Roy Nelson knocks out Chieck Kongo. Sonnen gets his ass beat. I order my last beer, the tiny chick basically laying in to me, drunk as fuck. No talking, just looks. She leeches off the old man while getting her attention from me. I slide out of my stool, making sure she feels my departure and go outside. I sit at the newly bought plastic patio chairs. The entertainment is about to begin.

It begins with a shouting match. A small group of guys close, but visibly on two sides. On the edges are the females of the pack, chatting fast, growing to screaming. In response, the rivals start to scream, barking like little dogs on the wrong side of a fence. The crowd grows. The bouncer shows up. I sip at my Blue, laughing. Someone swings, the women screech and yell in fear. Shocked faces from the others on the patio as the street fills up. The most exciting moment of their week is happening. The safety of their world is smashed for a few seconds as a war seems to descend on the corner. I smile at the nearest woman, “I love UFC nights.”

I go back inside to finish my last pint. “You’re back?” the bartender asks, since I paid my bill a while ago.

“I never left. I stay for the entertainment.” He laughs.

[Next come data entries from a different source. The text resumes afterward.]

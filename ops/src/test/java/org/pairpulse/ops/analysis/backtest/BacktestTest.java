package org.pairpulse.ops.analysis.backtest;

import static org.junit.jupiter.api.Assertions.assertArrayEquals;
import static org.junit.jupiter.api.Assertions.assertEquals;
import static org.junit.jupiter.api.Assertions.assertNotEquals;
import static org.junit.jupiter.api.Assertions.assertTrue;

import com.fasterxml.jackson.databind.JsonNode;
import com.fasterxml.jackson.databind.ObjectMapper;
import java.io.IOException;
import java.nio.file.Files;
import java.nio.file.Path;
import java.time.Duration;
import java.util.ArrayList;
import java.util.HashSet;
import java.util.List;
import java.util.Map;
import java.util.Set;
import java.util.TreeMap;
import org.junit.jupiter.api.BeforeAll;
import org.junit.jupiter.api.Test;
import org.junit.jupiter.api.io.TempDir;
import org.pairpulse.ops.Main;
import org.pairpulse.ops.MainTestAccess;
import org.pairpulse.ops.MainTestAccess.Run;
import org.pairpulse.ops.product.evaluation.EvaluationSettings;
import org.pairpulse.ops.product.evaluation.Trial;
import org.pairpulse.ops.tools.scenario.ScenarioConfig;
import org.pairpulse.ops.tools.scenario.ScenarioFiles;
import org.pairpulse.ops.tools.scenario.ScenarioGenerator;
import org.pairpulse.serve.suggest.SuggestionRanking;
import org.pairpulse.sketch.engine.EngineConfig;

/** The replay: deterministic output, test-then-train order, the nightly baseline's daily rebuild. */
class BacktestTest {
  static final long DAY = Duration.ofDays(1).toMillis();
  static final long MINUTE = 60_000;

  @TempDir
  static Path directory;

  /** A small engine: the replay logic does not depend on the capacity, and refreshes stay cheap. */
  static final EngineConfig SMALL = EngineConfig.builder().trackedPairCapacity(512).trackedItemCapacity(512).build();

  @BeforeAll
  static void writeScenario() throws IOException {
    ScenarioFiles.writeAll(new ScenarioGenerator(ScenarioConfig.defaults().withDurationDays(3).withBasketsPerMinute(2)),
        directory.resolve("scenario"));
    Files.writeString(directory.resolve("small.properties"), String.join("\n",
        "engine.tracked.pair.capacity=512", "engine.tracked.item.capacity=512", "drift.min.dwell.ms=600000", ""));
  }

  static Run cli(String... args) {
    return MainTestAccess.run(args);
  }

  @Test
  void twoRunsWriteByteIdenticalJson() throws IOException {
    Path scenario = directory.resolve("scenario");
    List<byte[]> outputs = new ArrayList<>();
    for (String out : List.of("run1", "run2")) {
      Run run = cli("backtest", "--input", scenario.resolve(ScenarioFiles.JSON_LINES_FILE).toString(), "--config",
          directory.resolve("small.properties").toString(), "--ground-truth",
          scenario.resolve(ScenarioFiles.GROUND_TRUTH_FILE).toString(), "--refresh-every", "1h", "--summary-every", "1d",
          "--eval-share", "0.2", "--floor", "10", "--quiet", "--out", directory.resolve(out).toString());
      assertEquals(Main.EXIT_OK, run.exitCode(), run.err());
      assertTrue(run.out().contains("backtest baskets.jsonl:"), run.out());
      assertTrue(run.out().contains("evaluation (test-then-train"), run.out());
      // the scenario spans days: each method is also scored from the second day on, when the nightly table is real
      assertTrue(run.out().contains("the first day's nightly table is nearly empty"), run.out());
      outputs.add(Files.readAllBytes(directory.resolve(out).resolve(BacktestRun.JSON_FILE)));
    }
    assertArrayEquals(outputs.get(0), outputs.get(1));

    JsonNode json = new ObjectMapper().readTree(outputs.get(0));
    assertEquals(BacktestJson.FORMAT, json.get("format").asText());
    assertEquals(3_600_000, json.at("/settings/refreshEveryMillis").asLong());
    assertEquals(512, json.at("/settings/engine/trackedPairCapacity").asInt());
    assertEquals(600_000, json.at("/settings/drift/minDwellMillis").asLong(), "from the settings file");
    assertEquals(json.at("/input/baskets").asLong(), json.at("/replay/baskets").asLong());
    assertTrue(json.at("/replay/baskets").asLong() > 8000);
    assertEquals(4, json.get("summaries").size(), "days 0, 1, 2 and the end");
    assertTrue(json.at("/summaries/3/top/baseline").size() > 0);
    assertEquals(3, json.at("/evaluation/days").size());
    assertTrue(json.at("/evaluation/overall/incremental/trials").asLong() > 500);
    assertTrue(json.at("/evaluation/overall/popular/hitAt/10").asDouble() > 0);
    assertEquals(0, json.at("/detection/planted").asInt(), "the 3-day scenario has no planted change inside");
  }

  @Test
  void aBasketIsTestedBeforeItTrains() {
    // the association ranking: its answers come from pairs only, so a rank > 0 would show that the table knew the
    // pair (the posterior ranking also answers from popularity: x would be found for {z} without the pair)
    BacktestSettings settings = BacktestSettings.builder().engine(SMALL).cohortFloor(0).refreshEveryMillis(MINUTE)
        .evaluation(EvaluationSettings.defaults().withShare(1.0).withRanking(SuggestionRanking.ASSOCIATION)).build();
    List<Trial> trials = new ArrayList<>();
    Backtest backtest = new Backtest(settings, new Backtest.Listener() {
      @Override
      public void trial(Trial trial) {
        trials.add(trial);
      }
    }, null);
    long t0 = ScenarioConfig.DEFAULT_START.toEpochMilli();
    // background: other 2-item baskets, so that {x, y} is a real association within its size class (the
    // association ranking lists only pairs that pass the offer screen)
    for (int i = 0; i < 30; i++) {
      backtest.accept(new ReplayBasket("bg" + i, t0 + 100 + i, List.of("u" + i, "v" + i), Map.of()));
    }
    // the same new pair three times in the same minute, then once more a minute later
    backtest.accept(new ReplayBasket("b1", t0, List.of("x", "y"), Map.of()));
    backtest.accept(new ReplayBasket("b2", t0 + 1000, List.of("x", "y"), Map.of()));
    backtest.accept(new ReplayBasket("b3", t0 + 2000, List.of("x", "y"), Map.of()));
    backtest.accept(new ReplayBasket("b4", t0 + MINUTE, List.of("x", "y"), Map.of()));
    // a pair never seen before: the refresh at its own minute must not know it yet
    backtest.accept(new ReplayBasket("b5", t0 + 2 * MINUTE, List.of("x", "z"), Map.of()));
    BacktestResult result = backtest.finish();
    trials.removeIf(trial -> trial.basketId().startsWith("bg"));
    assertEquals(5, trials.size());
    // within the first minute the table is the one refreshed at t0, before any basket: nothing to suggest
    for (int i = 0; i < 3; i++) {
      assertEquals(0, trials.get(i).incrementalRank(), trials.get(i).toString());
      assertEquals(1, trials.get(i).incrementalVersion());
    }
    // the basket of the next minute sees the three before it, not itself
    assertEquals(2, trials.get(3).incrementalVersion());
    assertEquals(1, trials.get(3).incrementalRank());
    assertEquals(3, trials.get(4).incrementalVersion());
    assertEquals(0, trials.get(4).incrementalRank(), "{x, z} is tested before it trains");
    assertEquals(35, result.baskets());
    assertEquals(4, result.refreshes(), "t0, t0 + 1 min, t0 + 2 min and the end");
  }

  @Test
  void theNightlyTableChangesOncePerSimulatedDay() throws IOException {
    BacktestSettings settings = BacktestSettings.builder().engine(SMALL).cohortFloor(10)
        .refreshEveryMillis(60 * MINUTE).evaluation(EvaluationSettings.defaults().withShare(0.05)).build();
    Map<Long, Set<Long>> nightlyVersionsByDay = new TreeMap<>();
    Map<Long, Set<Long>> incrementalVersionsByDay = new TreeMap<>();
    Backtest.Listener listener = new Backtest.Listener() {
      @Override
      public void trial(Trial trial) {
        long day = Math.floorDiv(trial.eventMillis(), DAY);
        nightlyVersionsByDay.computeIfAbsent(day, d -> new HashSet<>()).add(trial.nightlyVersion());
        incrementalVersionsByDay.computeIfAbsent(day, d -> new HashSet<>()).add(trial.incrementalVersion());
      }
    };
    BacktestRun run = BacktestRun.run(directory.resolve("scenario").resolve(ScenarioFiles.CSV_FILE), settings, null,
        null, listener, null);
    assertEquals(3, nightlyVersionsByDay.size());
    Set<Long> seen = new HashSet<>();
    for (Map.Entry<Long, Set<Long>> day : nightlyVersionsByDay.entrySet()) {
      assertEquals(1, day.getValue().size(), "one nightly table on day " + day.getKey());
      assertTrue(seen.add(day.getValue().iterator().next()), "a new nightly table every day");
      assertTrue(incrementalVersionsByDay.get(day.getKey()).size() > 12, "the incremental table changes all day");
    }
    assertEquals(3, run.result().nightlyRebuilds());
    assertNotEquals(0, run.result().refreshes());
  }
}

I sit again and beside me is the two girls from before. The whole of the old man’s food order before them. The tiny one is shitfaced, head on her arms, arms on the bar. The nerdy one is keeping her eye contact isolated. No one should look at her, her darting eyes say. I play with the change I have left in my hand. Enough for another drink for the ladies beside me, enough for a drink for me as well. I finish my beer and slide the glass to the edge and place the money beside it. Life is good. Life is getting much better. My gut tells me to pay it forward to the deserving and that would be the hard workers in front of me, not the parasites beside me.

I hop off the stool once again and tip my hat to the nerdy chick who quickly looks away. I smile, amused by everyone around me. This is how it works, I realize. This is how you should feel. Not neurotic. Not insecure. Not scared. Not fearful. Not worried about what you said or what you did to scare off a girl. Not caring that a fight is a foot away from you. Not caring about anything but your own relaxation and joy.

The common way to decribe this is feeling like a king. I’m no king. Kings are authority. I feel like an outlaw. As I’m breaking the rules of the world. Maybe I am, maybe I’m not, it doesn’t matter. What matters is the smile on my face, the spring in my step and the steel blue looks I give to the ones I deem worthy of my time.